How is Amazon supposed to know that the author is the copyright owner? As far
as I can see, when they asked about the book being on the web and for him to
confirm that he had publishing rights, all he told them was that it was under
a free license. I suspect that Amazon is, quite reasonably, interpreting this
response as meaning that he is NOT the author, and just has the publishing
rights granted by that free license.

If he is indeed the author, his response should have been: "I am the author of
this work and the sole copyright owner. It is available on several web sites
because I have made it available under a free license".

------
surfingdino
I have a similar problem with my Vim book. Amazon blocked its sales after I
updated it and asked them to make the update available to all 25000+ people
who have downloaded it so far. They are blocking the sales, but allow negative
reviews to be posted. I released it as a separate book, you can get it while
it is still available at <http://thevimbook.com>

------
presto8
A confusing situation - do I have the facts right?

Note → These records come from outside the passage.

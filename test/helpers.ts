/**
 * Test helpers shared by several packages' tests, imported by relative path
 * (a package's own helpers stay in its test/ directory).
 */
import { expect } from 'vitest';
import { InputError } from '@penumbra/core';

/** The InputError `call` throws; the test fails if it throws anything else or nothing. */
export function inputErrorOf(call: () => unknown): InputError {
  try {
    call();
  } catch (e) {
    expect(e).toBeInstanceOf(InputError);
    return e as InputError;
  }
  throw new Error('expected an InputError, but nothing was thrown');
}

/** The parameter named by the InputError `call` throws (the test fails on any other outcome). */
export function parameterOf(call: () => unknown): string {
  return inputErrorOf(call).parameter;
}
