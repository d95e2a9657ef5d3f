#!/usr/bin/env node
// Spheroidal eigenvalue/harmonic cost. Run on the built package:
//   npx tsc -b packages/spheroidal && node bench/spheroidal.bench.mjs
// Workload (issue 3): s = −2, l = 2…10, every m, 200 values of c in [0, 10].
// Prints the median time per eigenvalue with continuation along c and cold,
// the same with the harmonic sampled on 64 θ points, and the accuracy:
// warm vs cold and the spectral vs Leaver continued-fraction agreement.
import { clearSpheroidalCache, spheroidalEigenvalue, spheroidalHarmonic } from '../packages/spheroidal/dist/index.js';

const s = -2;
const cs = Array.from({ length: 200 }, (_, i) => (10 * i) / 199);
const thetas = Array.from({ length: 64 }, (_, i) => (Math.PI * i) / 63);
const modes = [];
for (let l = 2; l <= 10; l++) for (let m = -l; m <= l; m++) modes.push({ l, m });

function median(xs) {
  const v = [...xs].sort((a, b) => a - b);
  return v[Math.floor(v.length / 2)];
}

function sweep({ warm, harmonic }) {
  const times = [];
  const values = new Map();
  for (const { l, m } of modes) {
    if (!warm) clearSpheroidalCache();
    for (const c of cs) {
      const q = { s, l, m, c };
      const t0 = process.hrtime.bigint();
      let A;
      if (harmonic) {
        const h = spheroidalHarmonic(q, { continuation: warm });
        h.sample(thetas);
        A = h.A;
      } else {
        A = spheroidalEigenvalue(q, { continuation: warm }).A;
      }
      times.push(Number(process.hrtime.bigint() - t0) / 1e3);
      values.set(`${l},${m},${c}`, A);
    }
  }
  return { median: median(times), mean: times.reduce((a, b) => a + b, 0) / times.length, values };
}

// Warm the JIT once.
sweep({ warm: true, harmonic: true });
clearSpheroidalCache();
const warmEig = sweep({ warm: true, harmonic: false });
clearSpheroidalCache();
const warmHarm = sweep({ warm: true, harmonic: true });
const coldEig = sweep({ warm: false, harmonic: false });
const coldHarm = sweep({ warm: false, harmonic: true });

let warmVsCold = 0;
for (const [key, A] of warmEig.values) {
  const B = coldEig.values.get(key);
  warmVsCold = Math.max(warmVsCold, Math.abs(A - B) / Math.max(1, Math.abs(B)));
}
let leaverAgreement = 0;
for (const { l, m } of modes) {
  for (const c of cs.filter((_, i) => i % 20 === 7)) {
    const r = spheroidalEigenvalue({ s, l, m, c }, { continuation: false, leaver: 'check' });
    leaverAgreement = Math.max(leaverAgreement, r.diagnostics.agreement);
  }
}

const n = modes.length * cs.length;
console.log(`spheroidal eigenvalues, s = −2, l = 2…10, all m (${modes.length} modes) × 200 c in [0, 10] = ${n} solves`);
console.log(`  with continuation: median ${warmEig.median.toFixed(2)} µs (mean ${warmEig.mean.toFixed(2)} µs) per eigenvalue`);
console.log(
  `                     median ${warmHarm.median.toFixed(2)} µs (mean ${warmHarm.mean.toFixed(2)} µs) per eigenvalue + S, dS on 64 θ`,
);
console.log(`  cold:              median ${coldEig.median.toFixed(2)} µs (mean ${coldEig.mean.toFixed(2)} µs) per eigenvalue`);
console.log(
  `                     median ${coldHarm.median.toFixed(2)} µs (mean ${coldHarm.mean.toFixed(2)} µs) per eigenvalue + S, dS on 64 θ`,
);
console.log(
  `accuracy: warm vs cold max |ΔA|/max(1,|A|) = ${warmVsCold.toExponential(1)}; spectral vs Leaver continued fraction (${modes.length * 10} points) max = ${leaverAgreement.toExponential(1)}`,
);
console.log(`target: < 20 µs per eigenvalue with continuation — ${warmEig.median < 20 ? 'met' : 'NOT met'}`);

Amazon is ok with publishing public domain works. However, this is not a
public domain work so it doesn't matter.

GNU Free Doc License, just like GPL, doesn't care if you charge money or not;
only that you pass along the content when you distribute and that you don't
add restrictions on what people can do with the content.

Amazon states in their rules that they won't accept freely redistributable
content unless the submitting author is also the copyright owner.

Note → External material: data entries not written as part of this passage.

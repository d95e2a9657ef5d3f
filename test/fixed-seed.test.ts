import fc from 'fast-check';
import { describe, expect, test } from 'vitest';

describe('property tests are reproducible', () => {
  test('fast-check runs on the suite-wide fixed seed unless PENUMBRA_FC_SEED overrides it', () => {
    const expected = Number.isInteger(Number(process.env.PENUMBRA_FC_SEED)) ? Number(process.env.PENUMBRA_FC_SEED) : 20261203;
    expect(fc.readConfigureGlobal().seed).toBe(expected);
  });

  test('two runs of the same unseeded property draw the same first case', () => {
    const first = (): number => fc.sample(fc.integer(), { numRuns: 1 })[0] as number;
    expect(first()).toBe(first());
  });
});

Author does not explicitly state that he is the copyright owner in his
response to Amazon, which explains the rejection.

Author does correctly state that GNU Doc License allows redistribution even if
you are not the copyright owner. Thus he may have been trying to make a
political point that it shouldn't matter if he is the copyright owner or not
since he has the right to redistribute, for profit, from the license?

In any event, it doesn't matter since Amazon's stated policy is not to accept
works in this precise scenario. Why, I don't know; but it is their right to do
so.

------
Havoc
Given that it is essentially community created its understandable that Amazon
feels unsure about who has the "exclusive publishing rights" to it.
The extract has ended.